Com relação às novas tecnologias que estão chegando frequentemente no agronegócio, Alessandra Nishimura enfatiza que as evoluções em máquinas facilitam o acesso das mulheres no campo, contribuindo certamente para o aumento da atuação feminina especialmente da porteira pra dentro.

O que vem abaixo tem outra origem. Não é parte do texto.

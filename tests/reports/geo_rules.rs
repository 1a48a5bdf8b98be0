//! RFC 7946 as far as our documents go, told from its text: members, positions, cuts and boxes.
//!
//! Knows nothing of flights.

use serde_json::Value;
use std::collections::BTreeSet;

/// A line as its positions, each with its time.
pub(super) type Line = Vec<(Vec<f64>, String)>;

/// Whether an object has these members and no other.
fn has_only(value: &Value, names: &[&str]) {
    let found: BTreeSet<&str> = value.as_object().unwrap().keys().map(String::as_str).collect();
    assert_eq!(found, names.iter().copied().collect(), "{value}");
}

fn list(value: &Value) -> &[Value] {
    value.as_array().unwrap_or_else(|| panic!("not a list: {value}"))
}

/// Section 3.1.1: longitude, latitude and perhaps a height, within their ranges.
fn position(value: &Value) -> Vec<f64> {
    let numbers: Vec<f64> = list(value).iter().map(|number| number.as_f64().unwrap()).collect();
    assert!((2..=3).contains(&numbers.len()), "{value}");
    assert!((-180.0..=180.0).contains(&numbers[0]) && (-90.0..=90.0).contains(&numbers[1]), "{value}");
    for number in &numbers[..2] {
        assert!((number * 1e6 - (number * 1e6).round()).abs() < 1e-3, "{number} has more than six decimals");
    }
    numbers
}

/// Section 3.1.4, with the times that are ours beside it.
fn line(coordinates: &Value, times: &Value) -> Line {
    let positions: Vec<Vec<f64>> = list(coordinates).iter().map(position).collect();
    let times: Vec<String> = list(times).iter().map(|time| time.as_str().unwrap().to_string()).collect();
    assert!(positions.len() >= 2, "a line of {} positions", positions.len());
    assert_eq!(positions.len(), times.len());
    assert!(times.is_sorted(), "{times:?}");
    for pair in positions.windows(2) {
        assert!((pair[1][0] - pair[0][0]).abs() <= 180.0, "{pair:?} goes the long way round");
    }
    positions.into_iter().zip(times).collect()
}

/// Section 3.1.9: a line is parted on ±180° exactly, on either side of it; ours also at a pole.
pub(super) fn assert_cut(before: &Line, after: &Line) {
    let ((end, ended), (begin, began)) = (&before[before.len() - 1], &after[0]);
    let poles = end[1].abs() == 90.0 && begin[1] == end[1];
    let meridian = end[0].abs() == 180.0 && begin[0] == -end[0] && begin[1] == end[1];
    assert!(poles || meridian, "{end:?} and {begin:?}");
    assert_eq!((ended, end.get(2)), (began, begin.get(2)));
}

/// The lines of a feature of the light; nothing for a point.
fn lines(feature: &Value) -> Option<Vec<Line>> {
    let (geometry, times) = (&feature["geometry"], &feature["properties"]["times"]);
    has_only(geometry, &["type", "coordinates"]);
    let coordinates = &geometry["coordinates"];
    let lines = match geometry["type"].as_str().unwrap() {
        "Point" => {
            position(coordinates);
            return None;
        }
        "LineString" => vec![line(coordinates, times)],
        "MultiLineString" => {
            assert_eq!(list(coordinates).len(), list(times).len());
            list(coordinates).iter().zip(list(times)).map(|(line_, times)| line(line_, times)).collect()
        }
        other => panic!("a geometry of type {other}"),
    };
    for pair in lines.windows(2) {
        assert_cut(&pair[0], &pair[1]);
    }
    Some(lines)
}

/// Section 5: the box holds every position; its western edge is the greater one where it crosses 180°.
fn assert_boxed(bbox: &[f64], position: &[f64]) {
    let half = bbox.len() / 2;
    assert_eq!(half, position.len(), "{bbox:?}");
    let (west, east) = (bbox[0], bbox[half]);
    let lon = position[0];
    let inside = if west > east { lon >= west || lon <= east } else { (west..=east).contains(&lon) };
    assert!(inside, "{lon} is outside of {bbox:?}");
    for part in 1..half {
        assert!((bbox[part]..=bbox[half + part]).contains(&position[part]), "{position:?} {bbox:?}");
    }
}

/// Holds a document against the rules; gives back the lines of each feature that has some.
pub(super) fn checked(text: &str) -> Vec<Vec<Line>> {
    let map: Value = serde_json::from_str(text).unwrap();
    assert_eq!(map["type"], "FeatureCollection");
    // section 7.1: members of our own must not be those of other types
    for taken in ["coordinates", "geometry", "geometries", "properties", "crs"] {
        assert!(map.get(taken).is_none(), "{taken}");
    }
    let bbox: Vec<f64> = list(&map["bbox"]).iter().map(|number| number.as_f64().unwrap()).collect();
    let mut found = Vec::new();
    for feature in list(&map["features"]) {
        has_only(feature, &["type", "properties", "geometry"]);
        assert_eq!(feature["type"], "Feature");
        assert!(feature["properties"]["kind"].is_string());
        match lines(feature) {
            Some(lines) => {
                lines.iter().flatten().for_each(|(at, _)| assert_boxed(&bbox, at));
                found.push(lines);
            }
            None => assert_boxed(&bbox, &position(&feature["geometry"]["coordinates"])),
        }
    }
    found
}
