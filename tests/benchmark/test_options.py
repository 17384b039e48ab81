"""Options that change what a candidate declares, from the study file to the tables."""

from __future__ import annotations

from pathlib import Path

import numpy as np
import pytest

from steelyard.benchmark import Results, StudyError, run, study_from_text

STUDY = """
title = "options"
seed = 5
[data]
dataset = "islands"
directed = DIRECTED
[covariates]
size = { node = "throughput", end = "both", transform = "log" }
distance = { dyad = "sea_distance", transform = "log" }
[specifications]
gravity = ["size", "distance"]
[[candidates]]
label = "plain"
model = "poisson"
covariates = "gravity"
[[candidates]]
label = "effects"
model = "poisson"
covariates = "gravity"
origin_effects = true
destination_effects = true
[[candidates]]
label = "nodes"
model = "poisson"
covariates = "gravity"
node_effects = true
[[candidates]]
label = "amounts"
model = "poisson"
covariates = "gravity"
node_effects = true
amounts = true
[[validation]]
scheme = "dyads"
folds = 3
[report]
formats = ["html", "csv"]
"""


def results(directed: bool) -> Results:
    text = STUDY.replace("DIRECTED", str(directed).lower())
    return run(study_from_text(text, folder=Path(), name="options.toml"), jobs=1, progress=False)


@pytest.fixture(scope="module")
def directed() -> Results:
    return results(True)


def test_effects_are_told_strengths_and_count_their_rank(directed: Results) -> None:
    rows = directed.candidates.set_index("candidate")
    n = rows["n_nodes"].iloc[0]
    assert rows["converged"].all()
    assert (rows["residual"] <= 1e-8).all()
    assert rows["information"].tolist() == ["covariates", "strengths", "strengths", "strengths"]
    # The sum of two node values is contained in the effects; the distance is not.
    assert rows["n_parameters"].tolist() == [3, 2 * n - 1 + 1, n + 1, n + 1]
    assert rows.loc["effects", "log_likelihood"] >= rows.loc["nodes", "log_likelihood"]
    assert rows.loc["nodes", "log_likelihood"] > rows.loc["plain", "log_likelihood"]
    notes = directed.estimates.query("candidate == 'effects' and term == 'size'")["note"]
    assert notes.tolist() == ["set aside: the effects already contain it"]


def test_a_mean_has_no_log_score_and_no_criteria_and_says_so(directed: Results) -> None:
    row = directed.candidates.set_index("candidate").loc["amounts"]
    assert row["measure"] == "none (mean only)"
    assert np.isnan(row["log_likelihood"])
    assert "no log-likelihood, no criteria and no log score" in row["message"]
    assert "amounts" not in set(directed.criteria["candidate"])
    assert set(directed.scores.query("candidate == 'amounts'")["score"]) == {"rmse"}
    assert {"log_score", "brier", "rmse"} <= set(directed.scores.query("candidate == 'effects'")["score"])
    assert set(directed.outcomes["outcome"]) == {"scored"}


def test_origin_effects_are_refused_on_undirected_networks_with_the_way_out() -> None:
    outcomes = results(False).outcomes.set_index("candidate")
    refused = outcomes.loc["effects"]
    assert set(refused["outcome"]) == {"not_applicable"}
    assert refused["reason"].str.contains("use node_effects = true there").all()
    assert set(outcomes.drop("effects")["outcome"]) == {"scored"}


def test_options_that_exclude_each_other_are_refused_when_the_study_is_read() -> None:
    text = STUDY.replace("DIRECTED", "true").replace("amounts = true", "origin_effects = true")
    with pytest.raises(StudyError, match="give either node_effects or origin_effects"):
        study_from_text(text, folder=Path(), name="options.toml")


def test_an_option_of_another_type_is_refused() -> None:
    text = STUDY.replace("DIRECTED", "true").replace("amounts = true", "amounts = 1")
    with pytest.raises(StudyError, match="the option 'amounts' should be a valid boolean; got 1"):
        study_from_text(text, folder=Path(), name="options.toml")
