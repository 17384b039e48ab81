"""Footings of one law: the parts add up to the whole, and amounts reach counts through cells."""

from __future__ import annotations

import numpy as np
import pytest

from steelyard.benchmark import Scope
from steelyard.benchmark.evaluation import log_densities, score_rows
from steelyard.benchmark.scores import BRIER, LOG_SCORE, RMSE
from steelyard.models import Measure, Part, TwoPart, model_registry
from steelyard.models.checks import EXAMPLE_COVARIATES, ExampleFlows
from steelyard.models.distributions import HurdleLaw, LinkLaw, LognormalLinkLaw

REGISTRY = model_registry()


def model(name: str):
    kind = REGISTRY.get(name)
    return kind() if kind.requires.covariates.value == "none" else kind(covariates=EXAMPLE_COVARIATES)


JOINT = [
    model("poisson"),
    model("negative_binomial"),
    TwoPart(model("logit"), model("lognormal")),
    TwoPart(model("configuration"), model("geometric")),
]


@pytest.mark.parametrize("candidate", JOINT, ids=lambda m: m.name)
def test_parts_add_up_to_the_whole(candidate) -> None:
    dyads = ExampleFlows(directed=True).dyads
    law = candidate.fit(dyads).distribution(dyads)
    found = {
        (d.footing.measure, d.footing.scope): d.values for d in log_densities(law, Part.JOINT, dyads, dyads)
    }
    links = found[Measure.LINKS, Scope.WHOLE]
    assert len(links) == len(dyads)
    for measure in (Measure.COUNTS, Measure.AMOUNTS):
        if (measure, Scope.WHOLE) in found:
            given = found[measure, Scope.GIVEN_LINKS]
            assert len(given) == dyads.n_links
            total = links.sum() + given.sum()
            assert total == pytest.approx(found[measure, Scope.WHOLE].sum(), rel=1e-12)
    assert (Measure.COUNTS, Scope.WHOLE) in found  # every whole law reaches the counts footing


def test_cells_of_amounts_are_probabilities_of_counts() -> None:
    """A narrow unit makes cells thin: probability of a cell is then its width (1) times the density."""
    dyads = ExampleFlows(directed=True, unit=0.001).dyads
    law = JOINT[2].fit(dyads).distribution(dyads)
    found = {
        (d.footing.measure, d.footing.scope): d.values for d in log_densities(law, Part.JOINT, dyads, dyads)
    }
    counts, amounts = found[Measure.COUNTS, Scope.WHOLE], found[Measure.AMOUNTS, Scope.WHOLE]
    assert np.allclose(counts, amounts, atol=1e-5)


def test_impossible_link_spoils_links_but_not_the_weight_given_it() -> None:
    dyads = ExampleFlows(directed=True).dyads
    n = len(dyads)
    law = HurdleLaw(LinkLaw.from_log_odds(np.full(n, -np.inf)), LognormalLinkLaw(np.zeros(n), np.ones(n)))
    found = {
        (d.footing.measure, d.footing.scope): d.values for d in log_densities(law, Part.JOINT, dyads, dyads)
    }
    assert np.isneginf(found[Measure.LINKS, Scope.WHOLE]).sum() == dyads.n_links
    assert np.isneginf(found[Measure.COUNTS, Scope.WHOLE]).sum() == dyads.n_links
    assert np.isfinite(found[Measure.COUNTS, Scope.GIVEN_LINKS]).all()
    assert np.isfinite(found[Measure.AMOUNTS, Scope.GIVEN_LINKS]).all()
    rows = score_rows_of(law, dyads)
    assert rows["links", "log_score"].n_impossible == dyads.n_links
    assert rows["links", "log_score"].value == np.inf


class Fixed:
    """A fitted law that answers with one distribution."""

    def __init__(self, law):
        self.law = law

    def distribution(self, dyads):
        return self.law

    def expected_weight(self, dyads):
        return self.law.mean


def score_rows_of(law, dyads):
    rows = score_rows(Fixed(law), Part.JOINT, law.measure, dyads, dyads, [LOG_SCORE, BRIER, RMSE])
    return {(row.footing.split(" · ")[0], row.score): row for row in rows}


def test_scores_against_literal_sums() -> None:
    dyads = ExampleFlows(directed=True).dyads
    law = JOINT[0].fit(dyads).distribution(dyads)
    rows = score_rows_of(law, dyads)
    assert rows["counts", "log_score"].value == pytest.approx(-law.log_density(dyads.counts).mean())
    assert rows["links", "brier"].value == pytest.approx(((law.link_probability - dyads.links) ** 2).mean())
    assert rows["expected flows", "rmse"].value == pytest.approx(
        np.sqrt(((law.mean - dyads.weights) ** 2).mean())
    )
    assert rows["counts given links", "log_score"].n_dyads == dyads.n_links


def test_one_part_models_stand_on_their_own_footing_only() -> None:
    dyads = ExampleFlows(directed=True).dyads
    links, weights = model("logit"), model("geometric")
    law = links.fit(dyads).distribution(dyads)
    assert [d.footing.measure for d in log_densities(law, Part.LINKS, dyads, dyads)] == [Measure.LINKS]
    law = weights.fit(dyads).distribution(dyads)
    (only,) = log_densities(law, Part.WEIGHTS, dyads, dyads)
    assert (only.footing.measure, only.footing.scope) == (Measure.COUNTS, Scope.GIVEN_LINKS)
    rows = score_rows(
        weights.fit(dyads), Part.WEIGHTS, Measure.COUNTS, dyads, dyads, [LOG_SCORE, BRIER, RMSE]
    )
    assert [row.score for row in rows] == ["log_score"]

“Antigamente, as máquinas agrícolas exigiam muita força braçal para manobrar e acelerar, por exemplo, e hoje, com as muitas tecnologias desenvolvidas, conseguimos até girar o volante com uma das mãos. O avanço tecnológico permitiu que ainda mais mulheres se interessassem pelo agronegócio, tanto que anualmente várias meninas se formam na FATEC Shunji Nishimura, no curso de mecanização em agricultura de precisão e se tornam operadoras de grandes máquinas Brasil afora”, contou.

Mais de 200 mulheres participaram do Jacto Talks presencialmente e receberam também as mensagens de incentivo das palestrantes: “vocês podem ser o que vocês quiserem e não devem se importar com as críticas. Olhem para o futuro e para vocês mesmas e não deem valor sobre o que os outros falam. O futuro tem muita coisa boa pra cada uma de nós e sabemos os caminhos que queremos trilhar”, tirou aplausos da plateia Patricia Valcarenghi.

“A gente sempre tende a valorizar nossos pontos fracos, enquanto que todas nós temos pontos fortes. São esses que devemos trabalhar, buscar e valorizar”, finaliza a empresária e produtora rural Celi Webber.